◆ What is being asked: Should the word "entry" occur in a line of the records, copy that line.

◆ Information provided:
******************************

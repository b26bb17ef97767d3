/**
 * Unit models: an indoor unit model with its nominal capacity (W) and per-model limits entered
 * from its installation manual (MODEL_LIMITS keys; each value typed with its unit, plus source).
 * GET    /jobs/:jobId/models?unitKind=     all roles
 * POST   /jobs/:jobId/models               GC manager (Idempotency-Key)
 * GET    /jobs/:jobId/models/:modelId      all roles
 * PATCH  /jobs/:jobId/models/:modelId      GC manager (If-Match); limits merge by key, null removes
 * DELETE /jobs/:jobId/models/:modelId      GC manager (If-Match); 409 while units use it
 */
import { Router } from 'express';
import { Op, QueryTypes, UniqueConstraintError, type Transaction } from 'sequelize';
import { MODEL_LIMITS, type ModelLimitKey } from '../../shared/catalogue/types';
import {
  createModelSchema,
  modelListQuerySchema,
  modelParamsSchema,
  updateModelSchema,
  type CreateModelInput,
  type StatedLimitDto,
  type StatedLimitInput,
  type UpdateModelInput,
} from '../../shared/schemas/setup';
import type { UnitKindKey } from '../../shared/words';
import { badRequest, conflict, notFound } from '../errors';
import { valid, validate } from '../middleware/validate';
import { Unit, UnitModel } from '../models';
import { policy } from '../policies';
import { presentUnitModel } from '../presenters/setup';
import { idempotentWrite } from '../services/idempotency';
import { afterCursor, finishPage, pageRequest } from '../services/paging';
import { optionalQuantity, statedLimit } from '../services/quantities';
import { destroyOrConflict, inTransaction, lockForChange, lowerEquals, refuseIfReferenced } from '../services/records';
import { setEtag } from '../services/versioning';

async function unitCounts(ids: string[], transaction?: Transaction): Promise<Map<string, number>> {
  if (ids.length === 0) return new Map();
  const rows = await UnitModel.sequelize!.query<{ model_id: string; n: string }>(
    `SELECT model_id, count(*) AS n FROM units WHERE model_id = ANY($1::uuid[]) GROUP BY model_id`,
    { bind: [ids], type: QueryTypes.SELECT, transaction },
  );
  return new Map(rows.map((r) => [r.model_id, Number(r.n)]));
}

/** Applies limit inputs onto `current`: each key parsed to base units; null removes it. */
export function mergeLimits(
  current: Partial<Record<ModelLimitKey, StatedLimitDto>>,
  input: Partial<Record<ModelLimitKey, StatedLimitInput | null>> | undefined,
): Partial<Record<ModelLimitKey, StatedLimitDto>> {
  const next = { ...current };
  if (!input) return next;
  for (const def of MODEL_LIMITS) {
    const entry = input[def.key];
    if (entry === undefined) continue;
    if (entry === null) delete next[def.key];
    else next[def.key] = statedLimit(entry, def.quantity, `limits.${def.key}.value`);
  }
  return next;
}

const duplicateName = (name: string) => conflict(`This job already has a unit model named "${name}".`, 'duplicate');

export function unitModelsRouter(): Router {
  const router = Router();

  router.get('/jobs/:jobId/models', policy.jobMember(), validate({ query: modelListQuerySchema }), async (req, res) => {
    const query = valid<{ unitKind?: UnitKindKey; limit?: number; cursor?: string }>(req.valid.query);
    const page = pageRequest(req, { sort: 'name', value: 'text' });
    const rows = await UnitModel.findAll({
      where: { jobId: req.membership!.job.id, ...(query.unitKind ? { unitKind: query.unitKind } : {}), ...afterCursor('name', page) },
      order: [['name', 'ASC'], ['id', 'ASC']],
      limit: page.limit + 1,
    });
    const { rows: models, nextCursor } = finishPage(rows, page, (m) => m.name);
    const counts = await unitCounts(models.map((m) => m.id));
    res.json({ items: models.map((m) => presentUnitModel(m, counts.get(m.id) ?? 0)), nextCursor });
  });

  router.post('/jobs/:jobId/models', policy.jobMember(['gc_manager']), validate({ body: createModelSchema }), async (req, res) => {
    const body = valid<CreateModelInput & { modelNumber?: string | null }>(req.valid.body);
    const jobId = req.membership!.job.id;
    const nominalCapacity = optionalQuantity(body.nominalCapacity, 'capacity', 'nominalCapacity') ?? null;
    const limits = mergeLimits({}, body.limits);
    await idempotentWrite(req, res, async (transaction) => {
      if (await UnitModel.findOne({ where: { jobId, ...lowerEquals('name', body.name) }, transaction })) throw duplicateName(body.name);
      const model = await UnitModel.create(
        { jobId, name: body.name, modelNumber: body.modelNumber ?? null, unitKind: body.unitKind, nominalCapacity, limits },
        { transaction },
      );
      setEtag(res, model.version);
      return { status: 201, body: presentUnitModel(model, 0) };
    });
  });

  router.get('/jobs/:jobId/models/:modelId', policy.jobMember(), validate({ params: modelParamsSchema }), async (req, res) => {
    const { modelId } = valid<{ modelId: string }>(req.valid.params);
    const model = await UnitModel.findOne({ where: { id: modelId, jobId: req.membership!.job.id } });
    if (!model) throw notFound('Unit model not found.');
    setEtag(res, model.version);
    res.json(presentUnitModel(model, (await unitCounts([model.id])).get(model.id) ?? 0));
  });

  router.patch(
    '/jobs/:jobId/models/:modelId',
    policy.jobMember(['gc_manager']),
    validate({ params: modelParamsSchema, body: updateModelSchema }),
    async (req, res) => {
      const { modelId } = valid<{ modelId: string }>(req.valid.params);
      const body = valid<UpdateModelInput & { modelNumber?: string | null }>(req.valid.body);
      const jobId = req.membership!.job.id;
      const nominalCapacity = optionalQuantity(body.nominalCapacity, 'capacity', 'nominalCapacity');
      try {
        const { model, count } = await inTransaction(req, async (transaction) => {
          const present = async (m: UnitModel) => presentUnitModel(m, (await unitCounts([m.id], transaction)).get(m.id) ?? 0);
          const model = await lockForChange(req, UnitModel, { id: modelId, jobId }, transaction, 'Unit model not found.', present);
          if (body.unitKind !== undefined && body.unitKind !== model.unitKind) {
            const using = await Unit.count({ where: { modelId, kind: { [Op.ne]: body.unitKind } }, transaction });
            if (using > 0) {
              throw badRequest(`unitKind: ${using} unit(s) of another kind use this model; change them first.`, {
                unitKind: 'Units of another kind use this model.',
              });
            }
            model.unitKind = body.unitKind;
          }
          if (body.name !== undefined) model.name = body.name;
          if (body.modelNumber !== undefined) model.modelNumber = body.modelNumber;
          if (nominalCapacity !== undefined) model.nominalCapacity = nominalCapacity;
          if (body.limits !== undefined) model.limits = mergeLimits(model.limits ?? {}, body.limits);
          model.version += 1;
          await model.save({ transaction });
          return { model, count: (await unitCounts([model.id], transaction)).get(model.id) ?? 0 };
        });
        setEtag(res, model.version);
        res.json(presentUnitModel(model, count));
      } catch (err) {
        if (err instanceof UniqueConstraintError && body.name) throw duplicateName(body.name);
        throw err;
      }
    },
  );

  router.delete(
    '/jobs/:jobId/models/:modelId',
    policy.jobMember(['gc_manager']),
    validate({ params: modelParamsSchema }),
    async (req, res) => {
      const { modelId } = valid<{ modelId: string }>(req.valid.params);
      const jobId = req.membership!.job.id;
      await inTransaction(req, async (transaction) => {
        const model = await lockForChange(req, UnitModel, { id: modelId, jobId }, transaction, 'Unit model not found.', (m) => presentUnitModel(m, 0));
        const units = await Unit.count({ where: { modelId }, transaction });
        refuseIfReferenced(`Model ${model.name}`, [[units, 'unit', 'units']], 'Change those units to another model (or none) first.');
        await destroyOrConflict(model, transaction, `Model ${model.name}`);
      });
      res.status(204).end();
    },
  );

  return router;
}
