/**
 * Retire a released version (admins): it stays readable and, until its sunset, evaluable with deprecation headers.
 * The state change and its audit event are one transaction (with whatever `onRetired` writes, such as the notices).
 * @throws {ConflictError} unless the version is released; {UnprocessableError} for a sunset in the past or an unusable successor
 */
export async function retireVersion(
  actor: Actor,
  slug: string,
  version: number,
  input: { reason: string; sunsetAt: string; successorVersion: number | null },
  now = new Date(),
  conn: Knex = db(),
  /** Runs inside the retirement's transaction once the state change and its audit event are written. */
  onRetired?: (trx: Knex.Transaction, versionId: number) => Promise<void>,
): Promise<VersionDetail> {
  assertCan(actor, "admin", slug);
  const model = await requireModel(actor, slug, conn);
  if (Date.parse(input.sunsetAt) <= now.getTime()) throw new UnprocessableError("sunsetAt must lie in the future.");
  await conn.transaction(async (trx) => {
    const row = await versionRow(model, version, trx, true);
    if (row.state !== "released") throw new ConflictError(`Version ${version} is ${row.state}; only a released version can be retired.`);
    let successorId: number | null = null;
    if (input.successorVersion !== null) {
      if (input.successorVersion === version) throw new UnprocessableError("A version cannot be its own successor.");
      const successor: { id: number; state: VersionState } | undefined = await trx("model_versions").where({ model_id: model.id, version: input.successorVersion }).first();
      if (!successor || successor.state === "retired") {
        throw new UnprocessableError(`successorVersion ${input.successorVersion} is not a live version of "${slug}".`);
      }
      successorId = successor.id;
    }
    await changeVersionState(trx, row.id, "retired", actor.userId, input.reason, {
      retired_reason: input.reason,
      retired_at: now,
      sunset_at: new Date(input.sunsetAt),
      successor_version_id: successorId,
    });
    await recordAuditEvent(
      { ...auditedBy(actor), action: "version.retire", subjectType: "model_version", subjectId: row.id, detail: { model: slug, version, ...input } },
      trx,
    );
    await onRetired?.(trx, row.id);
  });
  return getVersion(actor, slug, version, conn);
}

/** What evaluation needs to know of a version before it computes anything (one indexed query). */
export interface EvaluationTarget {
  versionId: number;
  model: string;
  version: number;
  state: VersionState;
  coefficientsSha256: string;
  retiredAt: string | null;
  sunsetAt: string | null;
  successorVersion: number | null;
}

/**
 * How long a version's evaluation record is trusted without asking the database again. A state change made through
 * this module (submit, review, retire) forgets it at once; the cache only saves the query on repeated evaluations.
 */
export const EVALUATION_TARGET_CACHE_MS = 1_000;
const targetHolder = globalThis as typeof globalThis & { __stillpointTargets?: Map<string, { target: EvaluationTarget | null; at: number }> };
function targetCache(): Map<string, { target: EvaluationTarget | null; at: number }> {
  targetHolder.__stillpointTargets ??= new Map();
  return targetHolder.__stillpointTargets;
}

/** Forget cached evaluation records (after a state change). */
export function forgetEvaluationTargets(): void {
  targetCache().clear();
}

export async function evaluationTarget(slug: string, version: number, conn: Knex = db()): Promise<EvaluationTarget | null> {
  const key = `${slug}/${version}`;
  const cached = targetCache().get(key);
  const now = Date.now();
  if (cached && now - cached.at < EVALUATION_TARGET_CACHE_MS) return cached.target;
  const target = await queryEvaluationTarget(slug, version, conn);
  if (targetCache().size > 10_000) targetCache().clear();
  targetCache().set(key, { target, at: now });
  return target;
}

async function queryEvaluationTarget(slug: string, version: number, conn: Knex): Promise<EvaluationTarget | null> {
  const row:
    | { id: number; version: number; state: VersionState; coefficients_sha256: string; retired_at: Date | null; sunset_at: Date | null; successor: number | null }
    | undefined = await conn("model_versions")
    .join("models", "models.id", "model_versions.model_id")
    .leftJoin("model_versions as successor", "successor.id", "model_versions.successor_version_id")
    .select("model_versions.id", "model_versions.version", "model_versions.state", "model_versions.coefficients_sha256", "model_versions.retired_at", "model_versions.sunset_at", "successor.version as successor")
    .where("models.slug", slug)
    .where("model_versions.version", version)
    .first();
  if (!row) return null;
  return {
    versionId: row.id,
    model: slug,
    version: row.version,
    state: row.state,
    coefficientsSha256: row.coefficients_sha256,
    retiredAt: toIso(row.retired_at),
    sunsetAt: toIso(row.sunset_at),
    successorVersion: row.successor,
  };
}

/**
 * The decoded surrogate of a version by id, its blob checked against the stored SHA-256 and decoded (which checks
 * the file's own checksums). No permission check: for the evaluation cache, after the caller was checked.
 */
export async function loadSurrogateById(versionId: number, conn: Knex = db()): Promise<SurrogateModel> {
  const blob: { bytes: Buffer; sha256: string } | undefined = await conn("version_blobs").where({ version_id: versionId }).first();
  if (!blob) throw new Error(`version ${versionId} has no coefficient blob`);
  const bytes = new Uint8Array(blob.bytes.buffer, blob.bytes.byteOffset, blob.bytes.byteLength);
  if (sha256Hex(bytes) !== blob.sha256) throw new Error(`the stored coefficients of version ${versionId} do not match their checksum`);
  return decodeModel(bytes);
}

******************************

◆ Answer for this exercise:
    const entry = input[def.key];
    if (entry === undefined) continue;
    if (entry === null) delete next[def.key];
    else next[def.key] = statedLimit(entry, def.quantity, `limits.${def.key}.value`);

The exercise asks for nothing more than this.